Paris, October 29 2014:Â The French government urged rebel Socialist lawmakers on Tuesday to back cuts made to the 2015 social security budget, a day before the European Commission’s verdict on France’s deficit-cutting plans.
Paris wants to obtain another two years to bring its total public deficit in line with EU limits, hoping the lack of growth and its efforts to rein in future spending will mollify Brussels despite its exasperation with its repeated fiscal slippages.
The social security budget, which accounts for close to half of next year’s 21 billion euros total planned savings with caps on healthcare and welfare benefits, includes a controversial and unprecedented move to means-test family benefits.

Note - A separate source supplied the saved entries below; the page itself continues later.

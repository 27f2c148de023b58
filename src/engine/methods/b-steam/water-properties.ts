/* Method b.water-properties: properties of water and steam from two known figures, by the industrial formulation. */
import { type Method } from '../../catalog/types';
import { type FluidState } from '../../properties/types';
import { type SheetBuilder, workSheet } from '../../sheet';
import { regionOf, WATER } from '../../water';
import { MOLAR_MASS } from '../../water/constants';
import { saturationTemperature } from '../../water/saturation';
import { optional, output } from '../common/describe';
import { missingSteps, type Pair, pairOf, phaseOf, RANGE, readState } from './water-state';
import { type GibbsRegion, gibbsSteps, helmholtzSteps } from './water-steps';
import { fractionStep, mixtureSteps, saturatedSteps } from './water-two-phase';

/** Around the critical point the left-out factor of viscosity exceeds 2 % (IAPWS R12-08, from memory): K, kg/m³. */
const ENHANCED = { T: [645.91, 650.77], rho: [245.8, 405.3] } as const;

/** This close to saturation, K, a pressure and a temperature hardly tell liquid from vapour. */
const AMBIGUOUS = 0.01;

/** The sheet of a saturated or two-phase state. */
function boiling(sheet: SheetBuilder, pair: Pair, state: FluidState): void {
  const ends = WATER.saturation(state.P);
  if (ends === undefined)
    return sheet.refuse(
      'NO_SATURATION',
      'P',
      'This is too close to the critical point to tell liquid from vapour.',
    );
  const { liquid, vapour } = ends;
  saturatedSteps(sheet, liquid, vapour);
  if (!pair.includes('x')) fractionStep(sheet, pair.includes('h') ? 'h' : 's', state.x ?? 0);
  mixtureSteps(sheet, state);
  sheet.output('x', state.x ?? 0);
  sheet.output('latent_heat', (vapour.h - liquid.h) / 1e3, 'kJ/kg');
  for (const [name, phase] of [
    ['liquid', liquid],
    ['vapour', vapour],
  ] as const) {
    sheet.output(`rho_${name}`, phase.rho, 'kg/m3');
    sheet.output(`h_${name}`, phase.h / 1e3, 'kJ/kg');
    sheet.output(`cp_${name}`, phase.cp / 1e3, 'kJ/(kg.K)');
    sheet.output(`w_${name}`, phase.w, 'm/s');
    if (phase.mu !== undefined) sheet.output(`mu_${name}`, phase.mu * 1e3, 'mPa.s');
  }
}

/** Viscosity, with what the reader must know of it. */
function viscositySteps(sheet: SheetBuilder, mu: number | undefined, { T, rho }: FluidState): void {
  if (mu === undefined) {
    sheet.warn(
      'NO_VISCOSITY',
      'The viscosity is left out: the release covers it up to 1173.15 K (900 °C).',
      '273.15 to 1173.15 K',
    );
    return;
  }
  sheet.step(
    {
      key: 'mu',
      tex: '\\mu',
      meaning: 'dynamic viscosity',
      value: mu * 1e3,
      unit: 'mPa.s',
      clause: 'IAPWS R12-08, Eqs. (10) to (12), with its critical factor taken as 1',
    },
    (v) => `\\mu_0(${v('T')}) \\cdot \\mu_1(${v('T')},\\ ${v('rho')})`,
  );
  sheet.output('mu', mu * 1e3, 'mPa.s');
  if (T > ENHANCED.T[0] && T < ENHANCED.T[1] && rho > ENHANCED.rho[0] && rho < ENHANCED.rho[1])
    sheet.warn(
      'VISCOSITY_NEAR_CRITICAL',
      'So close to the critical point the viscosity is more than 2 % higher than shown: its critical factor is left out.',
      '645.91 to 650.77 K and 245.8 to 405.3 kg/m³',
    );
}

/** Superheat over the saturation temperature, and what P and T leave open beside it. */
function superheatStep(sheet: SheetBuilder, pair: Pair, state: FluidState): void {
  const boilingPoint = saturationTemperature(state.P);
  if (boilingPoint === undefined) return;
  sheet.step(
    {
      key: 'Ts',
      tex: 'T_s',
      meaning: 'saturation temperature at this pressure',
      value: boilingPoint,
      unit: 'K',
      clause: 'IAPWS R7-97(2012), Eq. (31)',
    },
    (v) => `T_s(${v('P')})`,
  );
  const superheat = sheet.step(
    {
      key: 'dT',
      tex: '\\Delta T',
      meaning: 'superheat (below nought: subcooling)',
      value: state.T - boilingPoint,
      unit: 'dK',
    },
    (v) => `${v('T')} - ${v('Ts')}`,
  );
  sheet.output('saturation_temperature', boilingPoint, 'K');
  sheet.output('superheat', superheat, 'dK');
  if (pair === 'P T' && Math.abs(superheat) < AMBIGUOUS)
    sheet.warn(
      'AT_SATURATION',
      'The temperature is that of saturation, where pressure and temperature do not tell liquid from steam: give the vapour fraction x instead.',
    );
}

/** The sheet of one phase. */
function onePhase(sheet: SheetBuilder, pair: Pair, found: FluidState): void {
  const state = WATER.atPT(found.P, found.T);
  const region = regionOf(found);
  if (state === undefined || region === undefined || region === 4)
    return sheet.refuse(
      'OUTSIDE_FORMULATION',
      'P',
      `IAPWS-IF97 holds from ${RANGE}, and not at the critical point itself.`,
    );
  superheatStep(sheet, pair, state);
  if (region === 3) helmholtzSteps(sheet, state.T, state);
  else gibbsSteps(sheet, region satisfies GibbsRegion, state.P, state.T, state);
  viscositySteps(sheet, state.mu, state);
  const Z = sheet.step(
    {
      key: 'Z',
      meaning: 'compressibility factor',
      value: (state.P / state.rho / state.T / 8314.462618) * MOLAR_MASS,
      unit: '-',
    },
    (v) => `\\frac{${v('P')} \\cdot ${v('v')}}{0.461526 \\cdot ${v('T')}}`,
  );
  const k = sheet.step(
    {
      key: 'k',
      tex: '\\kappa',
      meaning: 'ratio of specific heats of the real fluid',
      value: state.cp / state.cv,
      unit: '-',
    },
    (v) => `\\frac{${v('cp')}}{${v('cv')}}`,
  );
  const n = sheet.step(
    {
      key: 'n',
      meaning: 'isentropic exponent of the real fluid',
      value: (state.w ** 2 * state.rho) / state.P,
      unit: '-',
    },
    (v) => `\\frac{${v('w')}^2 \\cdot ${v('rho')}}{1000 \\cdot ${v('P')}}`,
  );
  sheet.output('cp', state.cp / 1e3, 'kJ/(kg.K)');
  sheet.output('cv', state.cv / 1e3, 'kJ/(kg.K)');
  sheet.output('w', state.w, 'm/s');
  sheet.output('Z', Z);
  sheet.output('cp_over_cv', k);
  sheet.output('isentropic_exponent', n);
}

/** The common outputs of both kinds of sheet. */
function outputs(sheet: SheetBuilder, state: FluidState): void {
  sheet.output('P', state.P / 1e3, 'kPa_abs');
  sheet.output('T', state.T, 'K');
  sheet.output('rho', state.rho, 'kg/m3');
  sheet.output('v', 1 / state.rho, 'm3/kg');
  sheet.output('h', state.h / 1e3, 'kJ/kg');
  sheet.output('s', state.s / 1e3, 'kJ/(kg.K)');
}

/** b.water-properties: properties of water and steam. */
export const WATER_PROPERTIES: Method = {
  id: 'b.water-properties',
  version: 1,
  topic: 'b.water-properties',
  title: 'Water and steam: properties',
  editions: ['IAPWS-IF97, release R7-97(2012)'],
  source:
    'IAPWS R7-97(2012), industrial formulation 1997 for water and steam; viscosity by IAPWS R12-08; both held against the check tables of the releases',
  validity: `${RANGE}; enthalpy and entropy are nought (to 1 J/kg) for the saturated liquid at the triple point; viscosity up to 1173.15 K, without the factor for the critical point.`,
  inputs: [
    optional('P', 'pressure', 'pressure-absolute'),
    optional('T', 'temperature', 'temperature'),
    optional('x', 'vapour mass fraction', 'dimensionless', { rangeKey: 'quality' }),
    optional('h', 'enthalpy above that of the liquid at the triple point', 'specific-energy'),
    optional('s', 'entropy above that of the liquid at the triple point', 'heat-capacity'),
    optional('atmospheric_pressure', 'barometric pressure', 'pressure-absolute', { rangeKey: 'barometer' }),
  ],
  outputs: [
    output('region', 'region of the formulation'),
    output('phase', 'what stands there'),
    output('P', 'pressure', 'pressure-absolute'),
    output('T', 'temperature', 'temperature'),
    output('saturation_temperature', 'saturation temperature at this pressure', 'temperature'),
    output('superheat', 'superheat', 'temperature-difference'),
    output('x', 'vapour mass fraction', 'dimensionless'),
    output('rho', 'density', 'density'),
    output('v', 'specific volume', 'specific-volume'),
    output('h', 'enthalpy', 'specific-energy'),
    output('s', 'entropy', 'heat-capacity'),
    output('cp', 'heat capacity at constant pressure', 'heat-capacity'),
    output('cv', 'heat capacity at constant volume', 'heat-capacity'),
    output('w', 'speed of sound', 'velocity'),
    output('mu', 'dynamic viscosity', 'viscosity'),
    output('Z', 'compressibility factor', 'dimensionless'),
    output('cp_over_cv', 'ratio of specific heats of the real fluid', 'dimensionless'),
    output('isentropic_exponent', 'isentropic exponent of the real fluid', 'dimensionless'),
    output('latent_heat', 'latent heat of vaporisation', 'specific-energy'),
    ...(['liquid', 'vapour'] as const).flatMap((phase) => [
      output(`rho_${phase}`, `density of the saturated ${phase}`, 'density'),
      output(`h_${phase}`, `enthalpy of the saturated ${phase}`, 'specific-energy'),
      output(`cp_${phase}`, `heat capacity of the saturated ${phase}`, 'heat-capacity'),
      output(`w_${phase}`, `speed of sound in the saturated ${phase}`, 'velocity'),
      output(`mu_${phase}`, `viscosity of the saturated ${phase}`, 'viscosity'),
    ]),
  ],
  work(inputs, edition) {
    return workSheet(this, inputs, edition, (sheet) => {
      const pair = pairOf(sheet);
      const state = readState(sheet, pair);
      const region = regionOf(state) ?? 4;
      missingSteps(sheet, pair, state);
      const phase = phaseOf(state);
      sheet.say({
        symbol: '\\text{region}',
        meaning: `region of IAPWS-IF97: ${phase}`,
        value: String(region),
        tex: `\\text{IAPWS-IF97, region ${region}}`,
        clause: 'IAPWS R7-97(2012), section 2 and Fig. 1',
      });
      if (state.x === undefined) onePhase(sheet, pair, state);
      else boiling(sheet, pair, state);
      outputs(sheet, state);
      sheet.output('region', String(region));
      sheet.output('phase', phase);
    });
  },
};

“I call on the sense of responsibility and solidarity (of lawmakers),” Social Affairs Minister Marisol Touraine told France 2 television, adding that she trusted the budget would be adopted in a vote later on Tuesday.
“Now is the time to live up to our responsibilities.”
The vote is set to be tight, with rebel lawmakers from the ruling Socialist party telling Reuters they would abstain. They have already done so on various budget bills but never gone as far as causing a bill to be rejected outright. Thirty-nine abstained last week on a vote on the state’s 2015 revenues.
The French government on Monday announced an extra 3.6 to 3.7 billion euros in cuts to its public deficit next year in the hope to help its case with Brussels. Italy, also in the firing line, made a similar pledge.
The European Commission welcomed on Tuesday what it said were useful, constructive contributions from both countries on the budget talks but did not say if those will be sufficient. The EU executive has the right to reject the 2015 budget.
France argues that the update to its budget should be counted as an effort to cut the structural budget deficit, which strips out the effects of the economic cycle.
But the headline deficit will still be well above the EU’s 3 percent of GDP cap and there will be no new spending cuts – the smaller deficit will come largely from new calculations including lower interest rates on France’s debt and a smaller-than-expected contribution to the EU budget.